# Elfula Helmut Done!



## Lauriebeast (Feb 27, 2007)

Well kids, finally got this uglyass little dude finished. I found his striped outfit and all the leather to make his entire outfit at the thrift store.....waaay too much fun . The critter that he has on his hat is from an old stole from the 30's or 40's. Not sure if I'll be using it that way for Halloween.

Anyway, he was a real kick to make and a complete departure from my usual style. I really enjoyed the challenge.

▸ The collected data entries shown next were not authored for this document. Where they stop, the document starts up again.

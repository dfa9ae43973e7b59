"""The run-up as an optimal-control problem on a distance grid (pure Python).

The course from the start line (0 m) to the trap exit is cut into segments of
at most ``spacing_m`` (25 m by default; shorter near a slow start), with a
node exactly at the trap entry. On each segment the rider holds one power.
The state at a node is the kinetic energy per unit mass E = v²/2 (J/kg), the
W′ balance (J) and the clock (s).

One segment of length ds at power P, with the power balance of Martin et
al. (1998) (see :mod:`livecoach.physics.power_balance`)::

    a(P, v) = (η P / max(v, v_min) - F(v)) / (m + I/r²)
    F(v)    = ½ ρ CdA (v + w)|v + w| + Crr m g cosθ + m g sinθ [+ bearing]
    dE/ds   = a                      (Heun's method, 2nd order, in distance)
    dt      = 2 ds / (v0 + v1)       (exact for constant acceleration)

θ is the mean grade of the segment (elevation change over the segment
length, so the potential energy is exact). The W′ balance is stepped
exactly at constant power over dt (Skiba et al. 2015,
:func:`livecoach.rider.wprime.w_prime_step_j`), and the power may not exceed
CP + (Pmax - CP)·W′bal/W′ at the start of the segment (Morton 1996).

Standing start (start speed 0): the propulsive force is capped at
η P / v_min below v_min = 1 m/s (the physics core's treatment), and the
first segments are short (1 m, growing by half each time up to the
spacing) so the integration stays accurate while the vehicle gets going.

The planner's control is the fraction u in [0, 1] of the power available,
P = u · P_avail(W′bal), which turns the state-dependent power ceiling into a
simple bound. :func:`objective_and_gradient` returns the trap time and its
exact gradient with respect to every u (reverse-mode differentiation of the
discrete simulation), so a gradient method can optimise hundreds of
segments in well under a second.
"""

from __future__ import annotations

import math
from dataclasses import dataclass, replace

from livecoach.errors import PhysicsError, PlanError
from livecoach.physics.power_balance import GRAVITY_MPS2, MIN_PROPULSION_SPEED_MPS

Additional pics may be viewed here Elfula Helmut pictures by Lauriebeast - Photobucket


----------



## beelce (Jul 21, 2007)

WOW Laurie....he is so life like and creepy.....love the outfit...outstanding work as always!!


----------



## IMU (Apr 8, 2009)

Another AWESOME FLIPPIN JOB Laurie! Wow ... just Wow


----------



## HalloweenZombie (Jul 22, 2007)

That is just incredible!!! The eyes, the teeth, the expression, the outfit...all killer.


----------



## dave the dead (Jan 31, 2007)

Way to go Laurie!


----------



## jdubbya (Nov 6, 2005)

That is just too freakin' cool! The outfit puts it over the top. The leather is a great touch and the little animal head is really a perfect touch. (My mom had an old fur stole that had a couple of those heads and some clawed feet on it!) I would so love to see one of your creations in person as I have the feeling the pics don't do them justice. Outstanding prop!:jol:


----------



## Revenant (Mar 17, 2007)

Holy cow. If Santa Claus saw that he'd sleep with the doors locked and one eye open for the rest of his life.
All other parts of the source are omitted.